» **YOUR ASSIGNMENT**: At the line containing "current reversal (+I", start repeating the entries exactly, and continue through the last line.

» **EXTRACTED DATA**:

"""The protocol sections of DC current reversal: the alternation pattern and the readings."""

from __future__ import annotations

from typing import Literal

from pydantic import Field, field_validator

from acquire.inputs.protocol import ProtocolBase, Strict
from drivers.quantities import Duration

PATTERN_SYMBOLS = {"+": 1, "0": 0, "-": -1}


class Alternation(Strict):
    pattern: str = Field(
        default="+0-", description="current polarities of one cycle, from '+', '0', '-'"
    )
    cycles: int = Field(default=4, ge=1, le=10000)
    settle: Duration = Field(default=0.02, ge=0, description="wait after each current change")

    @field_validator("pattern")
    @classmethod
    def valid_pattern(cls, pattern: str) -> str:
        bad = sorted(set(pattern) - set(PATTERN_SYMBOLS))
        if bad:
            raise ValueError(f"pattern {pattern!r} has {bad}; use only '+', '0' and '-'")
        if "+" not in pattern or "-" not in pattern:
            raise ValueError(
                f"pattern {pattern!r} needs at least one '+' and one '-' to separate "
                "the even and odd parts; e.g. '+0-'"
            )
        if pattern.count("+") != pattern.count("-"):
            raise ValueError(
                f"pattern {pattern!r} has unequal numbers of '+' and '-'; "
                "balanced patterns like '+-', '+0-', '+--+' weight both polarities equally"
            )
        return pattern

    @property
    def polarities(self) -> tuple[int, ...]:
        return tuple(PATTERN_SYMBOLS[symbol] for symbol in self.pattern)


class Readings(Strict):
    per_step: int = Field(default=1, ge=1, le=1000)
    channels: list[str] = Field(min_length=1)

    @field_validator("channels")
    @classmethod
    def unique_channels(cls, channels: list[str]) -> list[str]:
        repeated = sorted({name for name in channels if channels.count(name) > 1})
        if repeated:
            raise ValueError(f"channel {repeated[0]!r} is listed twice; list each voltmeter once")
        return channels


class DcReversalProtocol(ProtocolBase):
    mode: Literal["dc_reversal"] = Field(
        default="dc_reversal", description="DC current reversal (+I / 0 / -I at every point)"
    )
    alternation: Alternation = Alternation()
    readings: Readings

» **WRITTEN RESPONSE**:
        default="dc_reversal", description="DC current reversal (+I / 0 / -I at every point)"
    )
    alternation: Alternation = Alternation()
    readings: Readings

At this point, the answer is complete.